This project started with a combination of me wanting a project that would give me the opportunity to practice and really internalize the python syntax that I was learning and my discovery that the NHL has a publicly available API where I could obtain stats. I decided that I wanted to try and use some of the ML knowledge I picked up in college to see if I could successfully predict the outcomes of NHL hockey games.
pip install NHL-predictor
TODO
Tech used: Python, SQLite, SqliteDict, Pandas, SKLearn
The app is CLI only and there are 3 main commands that structure the behavior of the app: Build, Train and Predict. While there is more detailed documentation later in this document, I will briefly summarize them here.
This fetches all the raw data from the NHL API and stores it locally in an SQLite database using the SqliteDict package for interfacing with the database itself. The only thing this command does is downloading and updating the data in the database.
This is the step that actually builds a machine learning model. There's two major components to be aware of: The ML algorithm implementation and what I'm calling the summarizer. Both of these components are consumed via dependency injection making the app adaptable. The summarizer is the product of a need to flatten all the player statistics into a smaller set of stats that pertain to a given game; it summarizes the individual stats for each player in a game into an overall roster score for that team in that game. Similarly, when later trying to predict a future game outcome, we will want to summarize the past performance of each player listed on the game roster and use that when making our predictions. The summarizer is fully responsible for taking data persisted in the database and manipulating it into a data set appropriate for a ML algorithm to use.
This is the last step and hopefully the one you will be using the most. The data has been downloaded and stored in a local database. You have run the Train step and you now have a persisted file with your trained model saved on your disk. You're now ready to see what predictions your model can produce. This command also lets you query and list games that are on the schedule for today which makes it a little bit easier to specify which games you want predicted.
Originally, I was fetching stats from the API and preprocessing the data during this step before storing all that data into CSV files. This was a decent initial approach, but had a few limitations.
- Data is processed before being stored. Once I was determined to decouple the algorithm and summarizer implementations from the base app, this preprocessing became a limitation for other summarizers or ML algorithms that want the raw data processed in a different way.
- When I got to the implementation of the prediction logic, I discovered that the summary of stats that the NHL API provide at the end of each game and the set of stats it provides as a player's hisotrical record are different. The more granular game stats includes some influential stats (like number of hits) that are missing from the summary.
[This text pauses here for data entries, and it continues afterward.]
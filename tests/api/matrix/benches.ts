import type { MatrixRows } from './types.js';

const benchStaff = ['technician', 'assessor', 'manager'] as const;
const readers = [...benchStaff, 'auditor'] as const;

// Admins run sites and accounts, not benches: they are not in these rows.
export const rows: MatrixRows = {
  'GET /benches': [...readers],
  'POST /benches': ['manager'],
  'GET /benches/:id': [...readers],
  'PATCH /benches/:id': ['manager'],
  'GET /benches/:id/usability': [...readers],
  'GET /benches/:id/type-ac-decisions': [...readers],
  'POST /benches/:id/type-ac-decisions': ['manager'],
  'GET /benches/:id/pre-use-checks': [...readers],
  'POST /benches/:id/pre-use-checks': [...benchStaff],
  'GET /instruments': [...readers],
  'POST /instruments': ['manager'],
  'GET /instruments/:id': [...readers],
  'PATCH /instruments/:id': ['manager'],
  'GET /instruments/:id/usability': [...readers],
};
I determined that I wanted to summarize a player's historical stats myself so that I could take advantage of the more granular stats which is when I first considered storing them in a local database.
TODO
TODO
The application is designed so that additional ML algorithms can be added without too much effort.
The following steps are required to add a new algorithm:
- Add the new algorithm to src/model/algorithms.py
- Add a new file in each of src/trainer and src/predictor for your implementations (e.g. see src/trainer/linear_regression.py).
- Add a case to the train method in src/trainer/trainer.py to invoke the training of your model.
- Add a case to the _predict method in src/predictor/predictor.py to invoke the prediction with your model.
- Implement your training and prediction logic. TODO I need to add an abstract class to more clearly document how these files need to be designed.
As mentioned earlier, summarizers provide the logic to clean up and prepare the data for consumption by an ML algorithm. For now there is only one summarizer implemented which performs a naive summation of most of the statistics for a particular game to get the overall roster strength. Depending on the need, a summarizer might be tied to a specific ML algorithm (e.g. if the algorithm has unique data needs, a custom summarizer is the place to do that).
The following steps are required to add a new summarizer.
- Create the new summarizer file in src/model/summarizers. Inherit from the Summarizer abstract class.
- Add an entry to the SummarizerTypes enum in src/model/summarizer_manager.py and add a case to get_summarizer to create an instance of the new summarizer. The string specified in the enum will be the name to use for the summarizer at the command line.
- Implement the required methods from the Summarizer abstract class.